ここで、日本国憲法の上に立つ米日安保・米日地位協定のことを考えたい。同協定は米国への基地の提供と管理権(全ての管理権を米軍に保障)、軍人/軍属に対する特権的扱いを定め、刑事裁判権・民事裁判権の特例を定め、経費の分担等を定めた、全文28条からなる協定だ。大問題が2つある。実は条文(文面)にない裏密約が多く、実態が闇に隠されている。安保も政治であるが、国会の議論を経ないまま米国の軍事優先がまかり通っており、国民主権を壊してきた。
具体的な運用は第25条「合同委員会」が非公開のまま、議論した結果を定めている。具体的なことがらが隠され続けている。私は、吉田敏浩著「『日米合同委員会』の研究―謎の権力構造に迫る」(創元社 2016年刊)を読んだ。同書は首都圏の空に広がる「横田空域」の秘密に迫るなど、具体的で興味深い。これを読み、「日米合同委員会合意事案概要」を防衛省のHPから検索し(2013年1月から2021年12月分まで)、沖縄の基地に係わる事項を中心にプリントアウト(300枚余)した。

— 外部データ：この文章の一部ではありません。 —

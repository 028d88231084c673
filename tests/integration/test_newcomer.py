"""A newcomer's walk: what README.md prints as runnable runs, in a fresh copy of the repository's tracked files.

A fenced ``python`` block is run as a plain script, a ``toml`` block is checked as a dossier beside the sample's
meshes, when the line before its fence is the HTML comment ``<!-- runs -->``.
"""

from __future__ import annotations

import os
import re
import subprocess
import sys
from pathlib import Path

import pytest

from tests.integration.small_dossier import write_block
from viewer.cli import app

ROOT = Path(__file__).resolve().parents[2]
_BLOCK = re.compile(r"^<!-- runs -->\n```(toml|python)\n(.*?)^```", re.M | re.S)
BLOCKS = _BLOCK.findall((ROOT / "README.md").read_text(encoding="utf-8"))


@pytest.fixture(scope="module")
def copy(tmp_path_factory) -> Path:
    """The tracked files as they stand, in a folder of their own."""
    try:
        listed = subprocess.run(["git", "ls-files", "-z"], cwd=ROOT, capture_output=True, check=True).stdout
    except (OSError, subprocess.CalledProcessError):
        pytest.skip("no git checkout: the tracked files cannot be listed")
    folder = tmp_path_factory.mktemp("walk") / "a copy"
    for name in listed.decode().split("\0"):
        if name and (ROOT / name).is_file():
            target = folder / name
            target.parent.mkdir(parents=True, exist_ok=True)
            target.write_bytes((ROOT / name).read_bytes())
    return folder


def start(folder: Path, *arguments: object) -> subprocess.CompletedProcess:
    environment = {**os.environ, "PYTHONPATH": str(folder), "XDG_CACHE_HOME": str(folder / "cache")}
    return subprocess.run(
        [sys.executable, *map(str, arguments)],
        cwd=folder,
        env=environment,
        capture_output=True,
        text=True,
        timeout=300,
        check=False,
    )


def test_marks_are_read():
    """Every mark stands before a block that is run; the README marks at least one."""
    text = (ROOT / "README.md").read_text(encoding="utf-8")
    assert text.count("<!-- runs -->") == len(BLOCKS)
    if not BLOCKS:
        pytest.skip("README.md marks no block as runnable")


@pytest.mark.parametrize("number", range(len(BLOCKS)))
def test_readme_block_runs(copy, number):
    language, text = BLOCKS[number]
    if language == "python":
        script = copy / f"block_{number}.py"
        script.write_text(text, encoding="utf-8")
        done = start(copy, script)
    else:
        meshes = re.findall(r'^mesh = "(.*)"', text, re.M)
        homes = [path.parent for path in sorted(copy.glob("sample_meshes/*/dossier.toml"))]
        (home, *_) = [home for home in homes if all((home / mesh).is_file() for mesh in meshes)] or [copy]
        dossier = home / f"block_{number}.toml"
        dossier.write_text(text, encoding="utf-8")
        done = start(copy, "-m", "viewer", "check", dossier)
    assert done.returncode == 0, done.stdout + done.stderr
    assert "Traceback" not in done.stderr


def test_plain_script_without_a_guard_solves_a_larger_model(tmp_path):
    """4 851 nodes are solved in a child process, which must not run the script again."""
    write_block(tmp_path, (20, 20, 10))
    script = tmp_path / "script.py"
    script.write_text(
        'import viewer\nprint("started")\nopened = viewer.open_dossier("dossier.toml", cache=False)\n'
        'modes = viewer.solve(opened["block"], 2, cache=False)\nprint(len(modes.freq_hz), modes.freq_hz[0] > 0)\n'
    )
    environment = {**os.environ, "PYTHONPATH": str(ROOT)}
    done = subprocess.run(
        [sys.executable, script],
        cwd=tmp_path,
        env=environment,
        capture_output=True,
        text=True,
        timeout=180,
        check=False,
    )
    assert done.returncode == 0, done.stderr
    assert done.stdout.split() == ["started", "2", "True"]


def test_samples_are_sound(copy):
    """The dossiers that come along are what the README's first command opens."""
    from typer.testing import CliRunner

    found = sorted(copy.glob("sample_meshes/*/dossier.toml"))
    if not found:
        pytest.skip("the samples are not tracked")
    for path in found:
        result = CliRunner().invoke(app, ["check", str(path)])
        assert result.exit_code == 0, result.output
        assert "the dossier is sound" in result.output
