"""Places on the surface between which a strut could stand: footprints, and pairs with a clear line between them.

Footprints are patches of one side of the surface, spread by farthest-point sampling over place and direction; each
sends a line along its normal, and where that meets another surface a footprint is set opposite. A pair *faces* when
the line between the centres leaves both surfaces outward. Pairs whose line crosses the part or a forbidden box are
left out and counted; only where no pair faces, pairs along open edges are taken as well.
"""

from __future__ import annotations

from collections.abc import Mapping, Sequence
from dataclasses import dataclass
from functools import cached_property

import numpy as np
import scipy.sparse as sp
from scipy.sparse.csgraph import connected_components
from scipy.spatial import cKDTree

from viewer.cells import KINDS
from viewer.jobs import SILENT, Progress
from viewer.model.arrays import Array, frozen, frozen_map
from viewer.model.design import Clearance
from viewer.model.mesh import Mesh

COUNT = 200  # footprints, those set opposite included
RADIUS = 0.02  # of the diagonal
ELEMENTS = 1.5  # a footprint's radius in mesh lines, at least
SLANT = 0.26  # sine of the angle, 15°, at which a line must leave a facing surface at least
_FLAT = np.cos(np.radians(30.0))  # a footprint's faces turn no further from its middle
_SEEDS = 50_000  # triangles to choose from
_SAMPLES = 20_000  # points along lines at a time


@dataclass(frozen=True, eq=False)
class Footprint:
    """A patch of surface: node rows, centre (3,) m (mean of the nodes), unit normal (3,) outward, zero on beams.

    two_sided  a sheet: a line may leave on either side
    group      the smallest named group that holds all its nodes, or empty
    """

    nodes: Array
    centre: Array
    normal: Array
    two_sided: bool
    group: str = ""

    def __post_init__(self) -> None:
        for name in ("nodes", "centre", "normal"):
            object.__setattr__(self, name, frozen(getattr(self, name)))


@dataclass(frozen=True, eq=False)
class Candidates:
    """Footprints, pairs (p, 2) of them, which of these face (p,), and how many pairs were left out, by reason."""

    footprints: tuple[Footprint, ...]
    pairs: Array
    facing: Array
    left_out: Mapping[str, int]
    radius: float  # m, of the footprints

    def __post_init__(self) -> None:
        object.__setattr__(self, "pairs", frozen(self.pairs, np.int64, shape=(None, 2)))
        object.__setattr__(self, "facing", frozen(self.facing, bool, shape=(len(self.pairs),)))
        object.__setattr__(self, "left_out", frozen_map(self.left_out))

    @cached_property
    def lines(self) -> Array:
        """(p, 3) m, from the first centre to the second."""
        centres = np.array([each.centre for each in self.footprints]).reshape(-1, 3)
        return centres[self.pairs[:, 1]] - centres[self.pairs[:, 0]]

    def only(self, rows: Array) -> Candidates:
        """The same footprints with the pairs ``rows`` alone."""
        return Candidates(self.footprints, self.pairs[rows], self.facing[rows], self.left_out, self.radius)
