INP = """*NODE
1, 0., 0., 0.
2, 1., 0., 0.
3, 0., 1., 0.
4, 0., 0., 1.
*ELEMENT, TYPE=C3D4, ELSET=body
7, 1, 2, 3, 4
*NSET, NSET=root
1, 2
"""
BAD_INP = {
    "node that is not there": ("INDEX", "2, 3, 4", "2, 3, 9", "line 7: .*node that does not exist; found: node 9"),
    "node -1": ("INDEX", "2, 3, 4", "2, 3, -1", "line 7: an id is no whole number; found: '-1'"),
    "node 2**40": ("INDEX", "2, 3, 4", "2, 3, 1099511627776", "found: node 1099511627776"),
    "too many nodes": ("SHAPE", "2, 3, 4", "2, 3, 4, 4", "too many nodes; found: 5; expected: 4"),
    "too few nodes": ("SHAPE", "2, 3, 4", "2, 3", "line 7: an element has too few nodes; found: 3"),
    "not a number": ("NUMBER", "0., 1.\n", "0., nan\n", "point 4: a coordinate is not finite"),
    "word": ("NUMBER", "0., 1.\n", "0., x\n", "line 5: a coordinate is no number"),
    "decimal commas": ("TEXT", "4, 0., 0., 1.", "4, 0,5, 0,5, 1,5, 0, 0", "line 5: a node is not understood"),
    "node twice": ("IDS", "3, 0., 1., 0.", "2, 0., 1., 0.", "line 4: node ids repeat; found: node 2"),
    "element twice": ("IDS", "7, 1, 2, 3, 4", "7, 1, 2, 3, 4\n7, 1, 2, 3, 4", "line 8: element ids repeat"),
    "id is no number": ("IDS", "3, 0., 1., 0.", "3.5, 0., 1., 0.", "line 4: a node id is no whole number"),
    "axisymmetric": ("MEANING", "C3D4", "CAX4", "element type is not understood; found: TYPE=CAX4"),
    "no type": ("MEANING", "TYPE=C3D4, ", "", "element type is not understood"),
    "local system": ("MEANING", "*NODE", "*SYSTEM\n1,0,0\n*NODE", r"line 1: .*found: \*SYSTEM"),
    "cylindrical": ("MEANING", "*NODE", "*NODE, SYSTEM=C", r"found: \*NODE, SYSTEM=C"),
    "made nodes": ("MEANING", "*NSET", "*NGEN\n1,3,1\n*NSET", r"line 8: .*found: \*NGEN"),
    "moved part": ("MEANING", "*NODE", "*INSTANCE, NAME=a\n1., 0., 0.\n*NODE", "line 2: a part is moved or turned"),
    "two parts": ("MEANING", "*NODE", "*PART, NAME=a\n*PART, NAME=b\n*NODE", "line 2: holds several parts"),
    "set of nothing": ("IDS", "1, 2\n", "elsewhere\n", "'root' names a set that does not exist; found: elsewhere"),
    "set without name": ("SHAPE", "NSET=root", "UNSORTED", "line 8: a set has no name"),
    "generated backwards": ("SHAPE", "=root\n1, 2", "=root, GENERATE\n1, 5, 0", "generated set is not understood"),
    "include above the folder": (
        "REFERENCE",
        "*NSET",
        "*INCLUDE, INPUT=../b.inp\n*NSET",
        "line 8: .*outside the folder",
    ),
    "include anywhere": (
        "REFERENCE",
        "*NSET",
        "*INCLUDE, INPUT=/etc/hostname\n*NSET",
        "line 8: .*outside the folder",
    ),
    "include of nothing": (
        "REFERENCE",
        "*NSET",
        "*INCLUDE, INPUT=b.inp\n*NSET",
        "includes a file that does not exist",
    ),
    "include of itself": ("REFERENCE", "*NSET", "*INCLUDE, INPUT=a.inp\n*NSET", "go round in a circle"),
    "include in a circle": ("REFERENCE", "*NSET", "*INCLUDE, INPUT=sub/circle.txt\n*NSET", "go round in a circle"),
    "include of bytes": (
        "REFERENCE",
        "*NSET",
        "*INCLUDE, INPUT=binary.txt\n*NSET",
        "binary.txt: is not a plain text file",
    ),
    "no nodes": ("SHAPE", "*NODE", "*NOD", "holds no nodes|does not exist"),
}
BDF = """BEGIN BULK
GRID           1              0.      0.      0.
GRID           2              1.      0.      0.
GRID,3,,0.,1.,0.
GRID           4              0.      0.      1.
CTETRA         7       1       1       2       3       4
ENDDATA
"""
BAD_BDF = {
    "node that is not there": ("INDEX", "3       4\n", "3       9\n", "line 6: .*found: node 9 in element 7"),
    "node -1": ("INDEX", "3       4\n", "3      -1\n", "line 6: a node id is no whole number; found: '-1'"),
    "too few nodes": ("SHAPE", "3       4\n", "3\n", "line 6: an element has too few nodes; found: 3 in CTETRA 7"),
    "half of the mid-side nodes": (
        "MEANING",
        "3       4\n",
        "3       4       1\n",
        "some mid-side nodes are missing",
    ),
    "not a number": ("NUMBER", "0.      1.\n", "0.     nan\n", "point 4: a coordinate is not finite"),
    "word": ("NUMBER", "0.      1.\n", "0.       x\n", "line 5: a coordinate is no number"),
    "decimal commas": (
        "TEXT",
        "GRID,3,,0.,1.,0.",
        "GRID,3,,0,5,1,5,0,5",
        "line 4: a coordinate is no number; found: '0'",
    ),
    "columns that slipped": ("TEXT", "1.      0.      0.", "1. 0. 0.", "fields do not stand in columns of 8 or 16"),
    "tabs": ("TEXT", "GRID           4", "GRID\t4\t", "line 5: holds a tab"),
    "node twice": ("IDS", "GRID,3", "GRID,2", "line 4: node ids repeat; found: node 2"),
    "local system": ("MEANING", "GRID,3,,", "GRID,3,17,", "line 4: .*local system of coordinates.*GRID in system 17"),
    "local system for all": ("MEANING", "GRID,3", "GRDSET,,9\nGRID,3", "line 4: .*GRDSET in system 9"),
    "superelements": ("MEANING", "CTETRA", "BEGIN SUPER=1\nCTETRA", "several bulk sections"),
    "axisymmetric": ("MEANING", "CTETRA ", "CTRIAX6,1,1,1,2,3\nCTETRA ", "found: CTRIAX6"),
    "no end": ("CUT", "ENDDATA\n", "", "ends without ENDDATA"),
    "continuation of nothing": ("SHAPE", "BEGIN BULK\n", "BEGIN BULK\n        1\n", "a continuation follows nothing"),
    "include above the folder": ("REFERENCE", "CTETRA", "INCLUDE '../b.bdf'\nCTETRA", "line 6: .*outside the folder"),
    "include in a circle": ("REFERENCE", "CTETRA", "INCLUDE 'sub/circle.txt'\nCTETRA", "go round in a circle"),
    "no nodes": ("SHAPE", BDF, "BEGIN BULK\nENDDATA\n", "holds no nodes"),
}
OBJ = "v 0 0 0\nv 1 0 0\nv 1 1 0\nv 0 1 0\nf 1 2 3 4\n"
BAD_OBJ = {
    "index n": ("INDEX", "3 4\n", "3 5\n", "line 5: a face names a point that does not exist; found: 5"),
    "index 0": ("INDEX", "3 4\n", "3 0\n", "line 5: .*found: 0; expected: 1 to 4"),
    "index -5": ("INDEX", "3 4\n", "3 -5\n", "line 5: .*found: -5"),
    "index 2**40": ("INDEX", "3 4\n", "3 1099511627776\n", "found: 1099511627776"),
    "corner is a word": ("NUMBER", "3 4\n", "3 x\n", "line 5: a corner of a face is no number"),
    "not a number": ("NUMBER", "v 0 1 0", "v 0 nan 0", "point 4: a coordinate is not finite"),
    "decimal commas": ("TEXT", "v 0 1 0", "v 0 1,5 0", "line 4: is no point"),
    "two corners": ("SHAPE", " 3 4\n", "\n", "line 5: a face has too few corners; found: 2"),
    "no face": ("SHAPE", "f 1 2 3 4\n", "", "holds no faces"),
    "free form": ("MEANING", "f 1", "curv 0 1 1 2\nf 1", "free-form curves"),
}

# --- tables ---

TABLES = {
    "index that is not there": ("INDEX", "_elements", ",153,", ",999,", "names a node that does not exist"),
    "node twice": (
        "IDS",
        "_nodes",
        "3,0.35",
        "3,0.35,0.05,0.05,0,1\n3,0.35",
        "node ids repeat|wrong number of fields",
    ),
    "no kind": ("SHAPE", "_elements", "hex8", "hex9", "unknown kind of cell 'hex9'"),
    "brackets": ("TEXT", "_nodes", "node,", '"node,', "cannot be taken apart|missing"),
    "not a number": ("NUMBER", "_nodes", "0.05", "nan", "a coordinate is not finite"),
    "word": ("NUMBER", "_nodes", "0.05", "here", "column 'x' holds no number"),
    "frequencies of nothing": ("MODES", "_frequencies", "\n1,", "\n9,", "frequenc|mode"),
    "node of another mesh": ("MODES", "", ",153,", ",159,", "not those of this mesh|node"),
}

# --- what libraries read ---

_VTK = "# vtk DataFile Version 3.0\nx\nASCII\nDATASET UNSTRUCTURED_GRID\n"
_THREE = "POINTS 3 float\n0 0 0 1 0 0 0 1 0\n"
_PLY = "ply\nformat {}\nelement vertex {}\nproperty float x\nproperty float y\nproperty float z\nelement face 1\n" + (
    "property list uchar int vertex_indices\nend_header\n"
)
FOREIGN = {
    "points -1": (".vtk", "COUNT", _VTK + "POINTS -1 float\n", r"POINTS: declares more .* can hold; found: -1"),
    "points 2e9": (
        ".vtk",
        "COUNT",
        _VTK + "POINTS 2000000000 float\n0 0 0\n",
        r"declares more than the file can hold",
    ),
    "points missing": (
        ".vtk",
        "CUT",
        _VTK + "POINTS 4 float\n0 0 0 1\n",
        r"reports an error|no mesh|not the one decl",
    ),
    "index n": (
        ".vtk",
        "INDEX",
        _VTK + _THREE + "CELLS 1 4\n3 0 1 7\nCELL_TYPES 1\n5\n",
        r"index 7; expected: 0 to 2",
    ),
    "index -1": (".vtk", "INDEX", _VTK + _THREE + "CELLS 1 4\n3 0 1 -1\nCELL_TYPES 1\n5\n", r"index -1; exp"),
    "not legacy": (".vtk", "SUFFIX", "hello", r"is no legacy VTK file"),
    "given up": (".msh", "SUFFIX", "hello\n", r"cannot be read; found: meshio gave the file up"),
    "nodes missing": (".msh", "CUT", "$MeshFormat\n2.2 0 8\n$EndMeshFormat\n$Nodes\n4\n1 0 0 0\n", r"cannot be read"),
    "view cut": (".msh", "CUT", '$MeshFormat\n2.2 0 8\n$EndMeshFormat\n$NodeData\n1\n"a"\n', r"section does not end"),
    "entities": (".xml", "BOMB", '<!DOCTYPE a [<!ENTITY b "c">]><a>&b;</a>', r"declares a document type or entities"),
    "entities through VTK": (".vtp", "BOMB", '<!DOCTYPE a [<!ENTITY b "c">]><a>&b;</a>', r"declares a document type"),
    "triangles 2e9": (".stl", "COUNT", b"\0" * 80 + (2_000_000_000).to_bytes(4, "little"), r"triangles does not fit"),
    "facet not closed": (
        ".stl",
        "CUT",
        "solid a\nfacet normal 0 0 1\nouter loop\nvertex 0 0 0\n",
        r"is not complete",
    ),
    "points 2e9 ": (".ply", "COUNT", _PLY.format("binary_little_endian 1.0", 2_000_000_000), r"declares more"),
    "text 2e9": (".ply", "COUNT", _PLY.format("ascii 1.0", 2_000_000_000), r"declares more"),
    "no end of header": (".ply", "CUT", "ply\nformat ascii 1.0\nelement vertex 3\n", r"has no complete header"),
    "property unknown": (
        ".ply",
        "SHAPE",
        _PLY.format("ascii 1.0", 3).replace("float x", "half x"),
        r"not understood",
    ),
    "points missing ": (
        ".ply",
        "CUT",
        _PLY.format("binary_little_endian 1.0", 3).encode() + bytes(30),
        r"ends early",
    ),
    "index outside": (
        ".ply",
        "INDEX",
        _PLY.format("binary_little_endian 1.0", 3).encode()
        + np.eye(3, dtype="<f4").tobytes()
        + b"\3"
        + np.array([0, 1, 9], "<i4").tobytes(),
        r"reports an error|broke down|does not exist|not the one declared",
    ),
    "no HDF5": (".med", "SUFFIX", "MED?", r"its content is not what its suffix says"),
    "garbage": (".mesh", "SUFFIX", "\0\1\2", r"cannot be read"),
    "old container": (
        ".cgns",
        "MEANING",
        b"@(#)ADF Database Version B02012>" + bytes(1000),
        r"container that is not read",
    ),
}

そこに公開されているのは「議題と概要」だけだが、実に興味深い。どこそこの基地・演習場で、いつ共同演習をやる、○○の施設・区域の提供と返還、などなど。それだけだが、私たちが現場を継続的に追えば、案外リアルに見えてくるはずだ。
③辺野古・大浦湾の新基地建設に関することがらを整理する
(a)シュワブ関連の合意事項から
キャンプ・シュワブ関連の合意事項だけでも膨大だ。ここではいくつかを紹介する。第一に取り上げたいのは、2014年6月20日の「FAC6009キャンプ・シュワブの水域の使用条件の変更および一部水域の共同使用について」だ。これが2014年7月1日の「臨時立ち入り制限区域」の閣議決定に至る米日合意だ。これは、新基地建設予定地の周囲に広がる約5618000㎡におよぶ公の海を「臨時立ち入り制限区域」とし、反対・抗議行動等を排除するものだ。この決定に米軍も関与しているということだ。また、同日付で「普天間飛行場代替施設建設事業の実施に伴い、キャンプ・シュワブ内の作業ヤードを整備するために必要な下記の工事を実施することについて、日米合同委員会の承認を得た」とある。そこにある建物を解体する合意。この時点で、辺野古川両岸に予定されていた作業ヤードの設置はなくなったのだ。去年4月に沖縄防衛局が提出した「変更承認申請書」は、この件を過大に取り上げていた。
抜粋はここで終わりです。